//! The dose that every place of a mask needs: what is written around it, spread by the long range, and the correction of it.
//!
//! Coverage is that of the shots, at all their places, on one mesh over the mask's extent; the correction is found on the mesh and read off
//! where figures stand. An array stays an array where one dose serves it, and is split where the dose changes.

mod level;
mod split;

use std::borrow::Cow;

use rayon::prelude::*;

use crate::expose::{self, Backscatter, Density, Folding};
use crate::geom::{Point, Rect, Repetition, Transform};
use crate::judge::{Background, Fidelity};
use crate::mask::{DistinctFigure, Mask, Place};
use crate::profile::{Key, Profile};
use crate::shot::ShotList;
use crate::target::ShotErrors;
use crate::units::{BaseDose, Dose, Nm};

use crate::quote::made::{Made, MadeMask, Unmade};
use crate::quote::result::DoseMap;
use crate::quote::{Clip, QuoteError};

use split::Splitter;

/// Cells beyond which the mesh is made coarser: 128 MiB a map, of which about eight are held.
const MOST_CELLS: f64 = 16_777_216.0;

/// The long range of a profile: backscatter and fogging.
#[derive(Clone, Debug, PartialEq)]
pub struct LongRange {
    terms: Vec<Backscatter>,
}

/// Shots of one figure at places of one dose.
#[derive(Clone, Debug)]
pub struct Portion<'a> {
    /// In the figure's own frame; their doses already corrected one by one where the figure is large against the mesh.
    pub shots: Cow<'a, ShotList>,
    /// Own frame to mask.
    pub transform: Transform,
    /// Displacements in mask axes.
    pub repetition: Cow<'a, Repetition>,
    /// Multiplies the dose of every shot.
    pub dose: Dose,
    /// The mean of what multiplies the doses of the fracture.
    pub mean: Dose,
}

/// How densely a mask is written, and the correction of that.
#[derive(Clone, Debug)]
pub struct Maps {
    /// Coverage × dose of the fracture.
    pub coverage: Density,
    /// The correction.
    pub found: expose::Correction,
}

/// The doses of one fracture of a mask.
#[derive(Clone, Debug)]
pub struct Exposed<'a> {
    /// By figure; `None` where it has no fracture.
    pub portions: Vec<Option<Vec<Portion<'a>>>>,
    /// What the correction found; `None` without a long range.
    pub map: Option<DoseMap>,
}

impl LongRange {
    /// From a profile: every backscatter term, and fogging if stated.
    #[must_use]
    pub fn new(profile: &Profile) -> Self {
        let backscatter = profile.backscatter().iter().map(|term| Backscatter {
            ratio: term.eta.value,
            radius: term.beta(),
        });
        let fogging = profile.fogging().map(|fogging| Backscatter {
            ratio: fogging.eta,
            radius: fogging.radius,
        });
        Self {
            terms: backscatter.chain(fogging).collect(),
        }
    }

    /// Energy of all terms per unit of the forward part.
    #[must_use]
    pub fn ratio(&self) -> f64 {
        self.terms.iter().map(|term| term.ratio).sum()
    }

    /// A quarter of the least radius: the mesh that resolves every term. `None` without a term.
    #[must_use]
    pub fn wanted_mesh(&self) -> Option<Nm> {
        let radii = self.terms.iter().map(|term| term.radius.0);
        Some(Nm(0.25 * radii.reduce(f64::min)?))
    }

    /// The mesh wanted, or what [`MOST_CELLS`] allow over the frame.
    fn mesh(&self, frame: Rect) -> Option<Nm> {
        let Nm(fine) = self.wanted_mesh()?;
        let [w, h] = [frame.width(), frame.height()].map(|side| Nm::from_pm(side).0);
        // Cells (w/m + 1)·(h/m + 1) at most: a quadratic in 1/m.
        let (a, b, c) = (w * h, w + h, 1.0 - MOST_CELLS);
        let inverse = (-b + (b * b - 4.0 * a * c).sqrt()) / (2.0 * a);
        Some(Nm(fine.max(1.0 / inverse)))
    }

    /// An empty map of a mask, with long stretches of arrays folded: with the wanted mesh if it then has few enough cells.
    fn folded_map(&self, mask: &Mask, around: f64) -> Result<Option<Density>, QuoteError> {
        let meshes = mask
            .extent
            .and_then(|frame| Some((frame, self.wanted_mesh()?, self.mesh(frame)?)));
        let Some((frame, wanted, affordable)) = meshes else {
            return Ok(None);
        };
        let reach = self
            .terms
            .iter()
            .map(|term| term.radius.0)
            .fold(0.0, f64::max);
        let places = mask.figures.iter().flat_map(|figure| {
            let bounds = figure.figure.bounds();
            let places = figure.places.iter();
            places.map(move |p| (p.transform.apply_rect(bounds), &p.repetition))
        });
        let folding = |mesh| Folding::new(frame, mesh, Nm(reach), places.clone());
        let fine = folding(wanted);
        let [columns, rows] = fine.size().map(|n| n as f64);
        let (mesh, folding) = if columns * rows <= MOST_CELLS {
            (wanted, fine)
        } else {
            (affordable, folding(affordable))
        };
        Ok(Some(Density::folded(frame, mesh, around, folding)?))
    }

    /// The doses of one fracture of all clips. Around a clip that stands for part of a field lies the mean of the field, around a
    /// layout that stands for itself bare mask.
    ///
    /// # Errors
    /// As [`LongRange::expose`].
    pub(super) fn expose_clips<'a>(
        &self,
        clips: &[Clip<'a>],
        made: &[&'a MadeMask],
    ) -> Result<Vec<Exposed<'a>>, QuoteError> {
        let lists: Vec<_> = made.iter().map(|made| shots_of(made)).collect();
        self.expose_shot_clips(clips, &lists)
    }

    /// As [`LongRange::expose_clips`], of shots by clip and figure.
    ///
    /// # Errors
    /// As [`LongRange::expose`].
    pub(super) fn expose_shot_clips<'a>(
        &self,
        clips: &[Clip<'a>],
        shots: &[Vec<Option<&'a ShotList>>],
    ) -> Result<Vec<Exposed<'a>>, QuoteError> {
        let all = || clips.iter().zip(shots);
        let of_field = all().map(|(clip, shots)| {
            let share = clip.coverage.unwrap_or(0.0);
            share * coverage_of(clip.mask, shots)
        });
        let around: f64 = of_field.sum();
        all()
            .map(|(clip, shots)| self.expose_shots(clip.mask, shots, around))
            .collect()
    }

    /// The doses of one fracture. `surroundings` is the coverage beyond the mask's extent, written at the dose that suits it.
    ///
    /// # Errors
    /// When the profile's terms are beyond what the correction takes.
    pub fn expose<'a>(
        &self,
        mask: &'a Mask,
        made: &'a [Result<Made, Unmade>],
        surroundings: f64,
    ) -> Result<Exposed<'a>, QuoteError> {
        self.expose_shots(mask, &shots_of(made), surroundings)
    }

    /// As [`LongRange::expose`], of shots by figure.
    ///
    /// # Errors
    /// As [`LongRange::expose`].
    fn expose_shots<'a>(
        &self,
        mask: &'a Mask,
        shots: &[Option<&'a ShotList>],
        surroundings: f64,
    ) -> Result<Exposed<'a>, QuoteError> {
        let around = surroundings.clamp(0.0, 1.0);
        let map = self.folded_map(mask, around)?;
        let Some(Maps { coverage, found }) = self.maps_on(map, mask, shots)? else {
            return Ok(Exposed::of_shots(mask, shots));
        };
        let split = |(figure, shots): (&'a DistinctFigure, &Option<&'a ShotList>)| {
            let shots = (*shots)?;
            let mut portions = Vec::new();
            for place in &figure.places {
                let splitter = Splitter::new(&found.dose, shots, figure.figure.bounds(), place);
                portions.extend(splitter.parted(&place.repetition));
            }
            Some(portions)
        };
        let portions: Vec<Option<Vec<Portion<'a>>>> =
            mask.figures.par_iter().zip(shots).map(split).collect();
        let map = self.summary(&coverage, &found, &portions);
        Ok(Exposed {
            portions,
            map: Some(map),
        })
    }

    /// The coverage of placed shots and the correction of it; `None` of an empty mask or without a long range. `surroundings` is the coverage
    /// beyond the mask's extent.
    ///
    /// # Errors
    /// When the profile's terms are beyond what the correction takes.
    pub fn maps(
        &self,
        mask: &Mask,
        shots: &[Option<&ShotList>],
        surroundings: f64,
    ) -> Result<Option<Maps>, QuoteError> {
        let mesh = mask
            .extent
            .and_then(|frame| Some((frame, self.mesh(frame)?)));
        let around = surroundings.clamp(0.0, 1.0);
        let map = mesh.map(|(frame, mesh)| Density::new(frame, mesh, around));
        self.maps_on(map.transpose()?, mask, shots)
    }

    fn maps_on(
        &self,
        map: Option<Density>,
        mask: &Mask,
        shots: &[Option<&ShotList>],
    ) -> Result<Option<Maps>, QuoteError> {
        let Some(mut coverage) = map else {
            return Ok(None);
        };
        for (figure, shots) in mask.figures.iter().zip(shots) {
            let Some(shots) = shots else { continue };
            for place in &figure.places {
                let placed: Vec<(Rect, Dose)> = shots
                    .rects()
                    .map(|(rect, dose)| (place.transform.apply_rect(rect), dose))
                    .collect();
                coverage.add_repeated(&placed, &place.repetition);
            }
        }
        let found = expose::correct(&coverage, &self.terms)?;
        Ok(Some(Maps { coverage, found }))
    }
}

impl<'a> Exposed<'a> {
    /// Every shot at the dose that its fracture gave it.
    #[must_use]
    pub fn as_fractured(mask: &'a Mask, made: &'a [Result<Made, Unmade>]) -> Self {
        Self::of_shots(mask, &shots_of(made))
    }

    fn of_shots(mask: &'a Mask, shots: &[Option<&'a ShotList>]) -> Self {
        let of_figure = |(figure, shots): (&'a DistinctFigure, &Option<&'a ShotList>)| {
            Some(evenly(figure, (*shots)?, Dose(1.0)))
        };
        Self {
            portions: mask.figures.iter().zip(shots).map(of_figure).collect(),
            map: None,
        }
    }

    /// Puts the score of a figure in, once for each place times its weight, with the margins of its dose there; it was judged over this
    /// background.
    pub(super) fn merge(
        &self,
        figure: usize,
        (score, background, weight): (&Fidelity, Background, u64),
        all: &mut Fidelity,
    ) {
        let portions = self.portions.get(figure).and_then(Option::as_ref);
        for portion in portions.into_iter().flatten() {
            let places = portion.count().saturating_mul(weight.into());
            let places = u64::try_from(places).unwrap_or(u64::MAX);
            let here = match self.map {
                Some(_) => Background::of_dose(background.ratio, portion.mean),
                None => background,
            };
            all.merge_flattened(score, places, here.flattening() / background.flattening());
        }
    }

    /// The mean dose of a figure over its places.
    pub(super) fn mean_dose(&self, figure: usize) -> Option<Dose> {
        self.map?;
        let portions = self.portions.get(figure)?.as_ref()?;
        let places: f64 = portions.iter().map(|p| p.count() as f64).sum();
        let sum: f64 = portions.iter().map(|p| p.count() as f64 * p.mean.0).sum();
        (places > 0.0).then(|| Dose(sum / places))
    }
}

fn shots_of(made: &[Result<Made, Unmade>]) -> Vec<Option<&ShotList>> {
    made.iter()
        .map(|made| Some(&made.as_ref().ok()?.fracture.shots))
        .collect()
}

/// Shots of a figure at one dose at all its places.
pub(super) fn evenly<'a>(
    figure: &'a DistinctFigure,
    shots: &'a ShotList,
    dose: Dose,
) -> Vec<Portion<'a>> {
    let place = |place: &'a Place| Portion {
        shots: Cow::Borrowed(shots),
        transform: place.transform,
        repetition: Cow::Borrowed(&place.repetition),
        dose,
        mean: dose,
    };
    figure.places.iter().map(place).collect()
}

/// What a profile says of random errors, at a mean dose that the noise of the electrons depends on.
#[must_use]
pub fn shot_errors(profile: &Profile, mean: Dose) -> ShotErrors {
    ShotErrors {
        edge: Nm(profile.plain(Key::ShotEdgeSd)),
        dose: 0.01 * profile.plain(Key::ShotDoseSd),
        base_dose: Some(BaseDose(profile.base_dose().0 * mean.0)),
    }
}

impl Portion<'_> {
    /// At how many places.
    #[must_use]
    pub fn count(&self) -> u128 {
        self.repetition.count()
    }
}

/// Dose times area of all shots at all places over the area of the extent: what a mask would cover if no shots lay on one another.
#[must_use]
pub fn mean_coverage(mask: &Mask, made: &[Result<Made, Unmade>]) -> f64 {
    coverage_of(mask, &shots_of(made))
}

/// Dose times area of shots, nm².
pub(super) fn charge(shots: &ShotList) -> f64 {
    shots
        .rects()
        .map(|(rect, dose)| dose.0 * rect.area_nm2())
        .sum()
}

fn coverage_of(mask: &Mask, shots: &[Option<&ShotList>]) -> f64 {
    let extent = mask.extent.map_or(0.0, Rect::area_nm2);
    if extent == 0.0 {
        return 0.0;
    }
    let of_figure = |(figure, shots): (&DistinctFigure, &Option<&ShotList>)| {
        shots.map_or(0.0, charge) * figure.place_count() as f64
    };
    mask.figures.iter().zip(shots).map(of_figure).sum::<f64>() / extent
}

/// The middle of a rectangle, rounded down to a picometre: the same wherever the rectangle stands.
fn middle(rect: Rect) -> Point {
    let half = |a: i64, b: i64| a + (b - a) / 2;
    Point::new(half(rect.min.x, rect.max.x), half(rect.min.y, rect.max.y))
}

### What is being asked:
Please restate only the opening stretch of the records above: every line from the first through the one containing "use split::Splitter;", exactly as written.

### Task answer:
//! The dose that every place of a mask needs: what is written around it, spread by the long range, and the correction of it.
//!
//! Coverage is that of the shots, at all their places, on one mesh over the mask's extent; the correction is found on the mesh and read off
//! where figures stand. An array stays an array where one dose serves it, and is split where the dose changes.

mod level;
mod split;

use std::borrow::Cow;

use rayon::prelude::*;

use crate::expose::{self, Backscatter, Density, Folding};
use crate::geom::{Point, Rect, Repetition, Transform};
use crate::judge::{Background, Fidelity};
use crate::mask::{DistinctFigure, Mask, Place};
use crate::profile::{Key, Profile};
use crate::shot::ShotList;
use crate::target::ShotErrors;
use crate::units::{BaseDose, Dose, Nm};

use crate::quote::made::{Made, MadeMask, Unmade};
use crate::quote::result::DoseMap;
use crate::quote::{Clip, QuoteError};

use split::Splitter;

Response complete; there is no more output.